WORK TO COMPLETE: Look through the entries below and report every line that has "stores".

EXERCISE INPUTS:

+ + +

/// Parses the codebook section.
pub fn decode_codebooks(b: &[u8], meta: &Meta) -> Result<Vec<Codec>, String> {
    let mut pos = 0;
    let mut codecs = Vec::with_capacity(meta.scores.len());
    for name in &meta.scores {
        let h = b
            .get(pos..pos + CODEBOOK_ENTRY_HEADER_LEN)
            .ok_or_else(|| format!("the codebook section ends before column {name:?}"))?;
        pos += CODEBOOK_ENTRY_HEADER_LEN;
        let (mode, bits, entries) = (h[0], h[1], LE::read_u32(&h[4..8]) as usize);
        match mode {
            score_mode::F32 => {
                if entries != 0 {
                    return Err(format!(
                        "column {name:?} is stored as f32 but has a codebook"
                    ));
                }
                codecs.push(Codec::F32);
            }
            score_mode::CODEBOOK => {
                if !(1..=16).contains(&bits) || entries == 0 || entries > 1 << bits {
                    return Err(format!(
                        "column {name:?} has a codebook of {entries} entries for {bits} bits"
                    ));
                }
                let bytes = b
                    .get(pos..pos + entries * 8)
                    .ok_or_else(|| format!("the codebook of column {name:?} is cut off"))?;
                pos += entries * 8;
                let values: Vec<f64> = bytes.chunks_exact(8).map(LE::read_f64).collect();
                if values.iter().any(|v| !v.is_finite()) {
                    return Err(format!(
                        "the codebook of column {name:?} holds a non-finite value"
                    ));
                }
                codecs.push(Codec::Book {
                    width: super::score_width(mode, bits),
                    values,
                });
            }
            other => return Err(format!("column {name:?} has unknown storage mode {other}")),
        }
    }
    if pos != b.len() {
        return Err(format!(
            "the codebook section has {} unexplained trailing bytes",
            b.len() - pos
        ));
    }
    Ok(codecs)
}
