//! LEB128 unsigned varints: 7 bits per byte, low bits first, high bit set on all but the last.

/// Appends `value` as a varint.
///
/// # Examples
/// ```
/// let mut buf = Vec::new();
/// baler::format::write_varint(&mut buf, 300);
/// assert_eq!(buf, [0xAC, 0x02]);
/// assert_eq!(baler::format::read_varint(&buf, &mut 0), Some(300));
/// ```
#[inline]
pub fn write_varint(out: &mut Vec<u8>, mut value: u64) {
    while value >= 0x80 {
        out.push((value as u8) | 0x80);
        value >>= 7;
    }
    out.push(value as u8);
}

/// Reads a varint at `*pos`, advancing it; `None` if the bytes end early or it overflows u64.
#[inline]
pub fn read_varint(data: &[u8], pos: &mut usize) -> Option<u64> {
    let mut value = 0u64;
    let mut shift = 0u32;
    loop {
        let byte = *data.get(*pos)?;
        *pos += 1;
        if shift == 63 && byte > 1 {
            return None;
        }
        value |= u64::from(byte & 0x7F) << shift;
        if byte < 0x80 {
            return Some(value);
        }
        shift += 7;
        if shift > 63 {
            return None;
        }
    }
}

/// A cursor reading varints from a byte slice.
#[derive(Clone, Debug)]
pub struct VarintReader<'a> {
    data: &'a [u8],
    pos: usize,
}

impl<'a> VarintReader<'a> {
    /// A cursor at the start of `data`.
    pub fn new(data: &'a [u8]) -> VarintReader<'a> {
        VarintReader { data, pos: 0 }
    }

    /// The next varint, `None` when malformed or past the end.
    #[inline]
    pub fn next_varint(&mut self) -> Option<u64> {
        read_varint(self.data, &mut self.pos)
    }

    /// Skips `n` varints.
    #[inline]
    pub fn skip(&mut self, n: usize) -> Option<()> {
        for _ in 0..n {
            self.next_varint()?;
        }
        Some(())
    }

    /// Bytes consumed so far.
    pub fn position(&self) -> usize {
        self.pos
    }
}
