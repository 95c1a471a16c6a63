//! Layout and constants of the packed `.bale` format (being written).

+ + +

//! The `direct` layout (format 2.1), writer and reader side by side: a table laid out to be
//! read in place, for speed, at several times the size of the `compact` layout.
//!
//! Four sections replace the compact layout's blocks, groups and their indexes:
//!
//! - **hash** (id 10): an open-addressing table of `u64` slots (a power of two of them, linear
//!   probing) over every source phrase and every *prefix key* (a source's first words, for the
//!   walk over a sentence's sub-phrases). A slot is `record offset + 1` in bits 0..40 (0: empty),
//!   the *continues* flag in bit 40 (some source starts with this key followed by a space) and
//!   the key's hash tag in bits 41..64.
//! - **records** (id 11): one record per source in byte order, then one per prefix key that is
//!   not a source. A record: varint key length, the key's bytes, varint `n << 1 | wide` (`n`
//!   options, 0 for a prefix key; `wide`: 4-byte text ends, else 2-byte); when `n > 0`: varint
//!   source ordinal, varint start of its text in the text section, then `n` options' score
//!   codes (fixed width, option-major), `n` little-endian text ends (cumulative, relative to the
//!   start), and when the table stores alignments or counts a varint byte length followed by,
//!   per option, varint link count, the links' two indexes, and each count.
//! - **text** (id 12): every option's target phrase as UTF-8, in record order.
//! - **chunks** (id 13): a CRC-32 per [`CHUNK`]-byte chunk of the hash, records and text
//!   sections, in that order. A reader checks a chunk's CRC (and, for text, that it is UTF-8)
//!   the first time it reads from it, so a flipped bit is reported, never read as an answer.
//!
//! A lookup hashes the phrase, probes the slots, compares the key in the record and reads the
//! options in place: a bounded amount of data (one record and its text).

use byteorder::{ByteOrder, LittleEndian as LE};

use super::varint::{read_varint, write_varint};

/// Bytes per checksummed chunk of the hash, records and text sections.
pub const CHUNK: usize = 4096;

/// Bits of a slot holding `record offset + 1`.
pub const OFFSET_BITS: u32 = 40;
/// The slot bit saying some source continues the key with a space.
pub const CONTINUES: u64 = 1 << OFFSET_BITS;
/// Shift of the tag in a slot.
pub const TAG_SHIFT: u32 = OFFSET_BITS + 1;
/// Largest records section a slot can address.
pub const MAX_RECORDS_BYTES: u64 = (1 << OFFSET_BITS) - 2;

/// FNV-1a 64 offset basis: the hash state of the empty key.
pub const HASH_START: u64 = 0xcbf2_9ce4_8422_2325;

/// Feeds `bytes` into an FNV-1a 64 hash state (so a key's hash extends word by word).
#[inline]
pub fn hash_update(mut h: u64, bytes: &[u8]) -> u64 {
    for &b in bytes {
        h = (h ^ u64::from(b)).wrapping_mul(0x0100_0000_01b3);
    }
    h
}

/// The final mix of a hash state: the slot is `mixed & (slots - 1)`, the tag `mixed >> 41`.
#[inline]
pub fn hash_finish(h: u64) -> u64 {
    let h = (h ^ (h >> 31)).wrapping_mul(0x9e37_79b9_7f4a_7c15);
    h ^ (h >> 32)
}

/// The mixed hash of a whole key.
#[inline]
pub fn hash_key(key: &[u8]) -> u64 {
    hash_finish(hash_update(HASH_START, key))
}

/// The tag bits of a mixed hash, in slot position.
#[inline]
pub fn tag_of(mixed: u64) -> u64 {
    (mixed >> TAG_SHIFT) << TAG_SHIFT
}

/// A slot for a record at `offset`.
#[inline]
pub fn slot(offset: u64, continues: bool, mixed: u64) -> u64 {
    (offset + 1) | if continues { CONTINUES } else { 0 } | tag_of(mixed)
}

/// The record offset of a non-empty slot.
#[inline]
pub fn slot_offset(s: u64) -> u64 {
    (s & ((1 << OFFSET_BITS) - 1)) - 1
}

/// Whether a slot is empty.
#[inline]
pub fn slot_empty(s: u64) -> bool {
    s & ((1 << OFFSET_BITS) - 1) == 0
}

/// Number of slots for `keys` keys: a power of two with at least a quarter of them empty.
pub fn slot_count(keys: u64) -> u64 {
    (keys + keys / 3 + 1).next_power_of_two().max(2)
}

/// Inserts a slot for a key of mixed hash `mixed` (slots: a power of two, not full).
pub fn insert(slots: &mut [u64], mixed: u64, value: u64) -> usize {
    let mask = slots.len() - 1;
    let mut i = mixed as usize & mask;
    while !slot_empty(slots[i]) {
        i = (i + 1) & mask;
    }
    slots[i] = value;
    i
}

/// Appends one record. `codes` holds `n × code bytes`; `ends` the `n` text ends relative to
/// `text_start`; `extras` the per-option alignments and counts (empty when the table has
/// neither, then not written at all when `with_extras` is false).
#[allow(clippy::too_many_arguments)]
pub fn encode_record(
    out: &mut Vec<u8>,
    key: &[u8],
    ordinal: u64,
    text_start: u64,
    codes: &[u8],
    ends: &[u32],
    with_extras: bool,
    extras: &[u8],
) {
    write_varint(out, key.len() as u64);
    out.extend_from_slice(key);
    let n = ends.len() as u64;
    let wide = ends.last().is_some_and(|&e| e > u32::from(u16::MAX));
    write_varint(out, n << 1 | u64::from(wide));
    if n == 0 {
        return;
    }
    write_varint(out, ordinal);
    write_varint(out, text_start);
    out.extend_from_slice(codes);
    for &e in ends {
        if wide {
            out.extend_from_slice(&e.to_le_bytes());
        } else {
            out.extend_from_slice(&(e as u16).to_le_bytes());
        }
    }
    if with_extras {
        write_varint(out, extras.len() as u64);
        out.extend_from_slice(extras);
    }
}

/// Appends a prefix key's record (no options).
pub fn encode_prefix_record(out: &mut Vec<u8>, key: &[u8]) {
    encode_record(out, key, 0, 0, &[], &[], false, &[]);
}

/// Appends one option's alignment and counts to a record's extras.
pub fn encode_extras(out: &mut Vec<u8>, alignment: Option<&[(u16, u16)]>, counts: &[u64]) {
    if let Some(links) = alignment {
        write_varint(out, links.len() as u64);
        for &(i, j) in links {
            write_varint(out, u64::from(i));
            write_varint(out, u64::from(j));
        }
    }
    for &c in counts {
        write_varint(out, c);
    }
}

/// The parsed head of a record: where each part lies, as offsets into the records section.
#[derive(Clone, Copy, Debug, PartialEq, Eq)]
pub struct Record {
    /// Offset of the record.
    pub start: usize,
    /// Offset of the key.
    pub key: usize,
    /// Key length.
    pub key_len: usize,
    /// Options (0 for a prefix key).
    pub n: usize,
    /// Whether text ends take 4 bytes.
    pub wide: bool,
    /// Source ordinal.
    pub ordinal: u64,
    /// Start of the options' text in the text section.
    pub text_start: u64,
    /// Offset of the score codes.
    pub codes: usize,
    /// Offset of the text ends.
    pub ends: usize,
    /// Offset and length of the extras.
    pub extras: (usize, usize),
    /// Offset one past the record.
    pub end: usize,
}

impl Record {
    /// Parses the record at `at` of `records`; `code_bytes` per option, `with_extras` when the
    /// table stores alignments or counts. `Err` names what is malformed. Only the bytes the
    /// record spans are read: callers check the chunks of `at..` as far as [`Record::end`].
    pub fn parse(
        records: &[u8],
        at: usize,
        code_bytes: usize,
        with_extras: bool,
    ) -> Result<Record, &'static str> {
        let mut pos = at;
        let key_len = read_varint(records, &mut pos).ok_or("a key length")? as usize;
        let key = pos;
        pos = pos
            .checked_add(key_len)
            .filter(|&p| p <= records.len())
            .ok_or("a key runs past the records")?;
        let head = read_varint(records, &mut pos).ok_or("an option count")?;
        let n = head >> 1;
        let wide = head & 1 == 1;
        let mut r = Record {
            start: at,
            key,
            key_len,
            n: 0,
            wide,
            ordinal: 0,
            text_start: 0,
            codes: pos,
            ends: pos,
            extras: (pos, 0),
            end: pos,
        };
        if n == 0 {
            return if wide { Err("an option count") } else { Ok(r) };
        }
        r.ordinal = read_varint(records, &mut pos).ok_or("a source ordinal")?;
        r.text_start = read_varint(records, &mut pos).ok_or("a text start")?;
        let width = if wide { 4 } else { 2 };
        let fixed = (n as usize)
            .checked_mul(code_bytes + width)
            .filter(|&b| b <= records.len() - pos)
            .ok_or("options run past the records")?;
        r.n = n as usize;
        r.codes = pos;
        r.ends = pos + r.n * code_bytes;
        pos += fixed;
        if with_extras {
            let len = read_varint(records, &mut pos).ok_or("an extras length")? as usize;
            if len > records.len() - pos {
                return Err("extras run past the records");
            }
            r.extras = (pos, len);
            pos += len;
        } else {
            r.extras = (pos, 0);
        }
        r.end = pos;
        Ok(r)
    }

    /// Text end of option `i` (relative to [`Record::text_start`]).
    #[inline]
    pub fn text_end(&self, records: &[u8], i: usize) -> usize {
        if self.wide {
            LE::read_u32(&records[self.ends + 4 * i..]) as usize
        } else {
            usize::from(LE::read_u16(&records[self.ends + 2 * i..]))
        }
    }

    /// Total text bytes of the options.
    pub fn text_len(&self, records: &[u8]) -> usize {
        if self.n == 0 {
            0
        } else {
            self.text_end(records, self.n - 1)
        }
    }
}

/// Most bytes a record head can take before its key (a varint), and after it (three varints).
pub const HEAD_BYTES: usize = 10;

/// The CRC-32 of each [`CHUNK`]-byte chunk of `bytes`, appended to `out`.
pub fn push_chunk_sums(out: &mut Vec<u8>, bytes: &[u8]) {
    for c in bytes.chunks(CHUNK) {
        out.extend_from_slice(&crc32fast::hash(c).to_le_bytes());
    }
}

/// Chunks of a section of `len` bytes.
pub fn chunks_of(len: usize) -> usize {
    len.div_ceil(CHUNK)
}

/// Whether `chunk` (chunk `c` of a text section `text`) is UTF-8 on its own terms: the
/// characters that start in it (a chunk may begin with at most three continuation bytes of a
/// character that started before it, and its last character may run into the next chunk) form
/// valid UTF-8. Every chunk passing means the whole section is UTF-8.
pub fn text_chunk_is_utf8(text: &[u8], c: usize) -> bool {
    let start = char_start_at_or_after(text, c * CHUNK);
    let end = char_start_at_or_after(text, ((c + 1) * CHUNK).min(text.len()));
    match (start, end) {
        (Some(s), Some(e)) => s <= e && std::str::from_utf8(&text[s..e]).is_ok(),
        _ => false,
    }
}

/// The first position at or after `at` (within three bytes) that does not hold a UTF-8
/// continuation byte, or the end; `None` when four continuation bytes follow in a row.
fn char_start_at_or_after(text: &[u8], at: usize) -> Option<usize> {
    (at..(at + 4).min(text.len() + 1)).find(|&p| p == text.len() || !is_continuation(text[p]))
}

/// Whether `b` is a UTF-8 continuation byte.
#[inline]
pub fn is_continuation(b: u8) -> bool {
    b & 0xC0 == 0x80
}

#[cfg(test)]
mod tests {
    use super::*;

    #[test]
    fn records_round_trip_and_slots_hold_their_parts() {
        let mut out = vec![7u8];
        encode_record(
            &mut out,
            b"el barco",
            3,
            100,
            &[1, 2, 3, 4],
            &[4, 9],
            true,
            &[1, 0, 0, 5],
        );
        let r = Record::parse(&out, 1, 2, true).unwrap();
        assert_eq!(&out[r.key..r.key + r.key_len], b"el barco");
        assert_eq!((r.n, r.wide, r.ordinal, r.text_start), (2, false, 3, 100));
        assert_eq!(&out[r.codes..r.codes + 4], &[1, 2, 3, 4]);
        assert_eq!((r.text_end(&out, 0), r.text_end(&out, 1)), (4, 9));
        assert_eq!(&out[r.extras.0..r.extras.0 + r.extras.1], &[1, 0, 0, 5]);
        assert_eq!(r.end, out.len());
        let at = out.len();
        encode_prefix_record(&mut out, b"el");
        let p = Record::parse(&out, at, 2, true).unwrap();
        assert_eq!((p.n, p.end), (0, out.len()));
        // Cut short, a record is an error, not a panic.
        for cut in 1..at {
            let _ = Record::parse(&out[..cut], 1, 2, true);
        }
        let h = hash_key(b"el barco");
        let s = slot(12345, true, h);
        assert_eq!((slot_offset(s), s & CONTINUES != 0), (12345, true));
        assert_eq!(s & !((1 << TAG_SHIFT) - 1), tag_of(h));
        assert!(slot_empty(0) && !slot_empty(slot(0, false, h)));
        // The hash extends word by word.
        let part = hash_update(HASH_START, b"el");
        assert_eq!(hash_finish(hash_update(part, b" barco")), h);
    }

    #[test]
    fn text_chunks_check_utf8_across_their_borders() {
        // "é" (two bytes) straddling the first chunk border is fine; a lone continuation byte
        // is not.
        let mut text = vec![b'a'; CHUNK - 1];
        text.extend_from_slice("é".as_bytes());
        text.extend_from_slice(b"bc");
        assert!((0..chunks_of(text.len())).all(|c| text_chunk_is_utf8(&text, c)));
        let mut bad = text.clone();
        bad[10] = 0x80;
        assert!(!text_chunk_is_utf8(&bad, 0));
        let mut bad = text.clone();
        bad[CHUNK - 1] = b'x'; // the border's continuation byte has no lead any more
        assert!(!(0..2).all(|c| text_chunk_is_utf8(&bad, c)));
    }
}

+ + +

ANSWER TO THE EXERCISE:
//!   start), and when the table stores alignments or counts a varint byte length followed by,
    /// table stores alignments or counts. `Err` names what is malformed. Only the bytes the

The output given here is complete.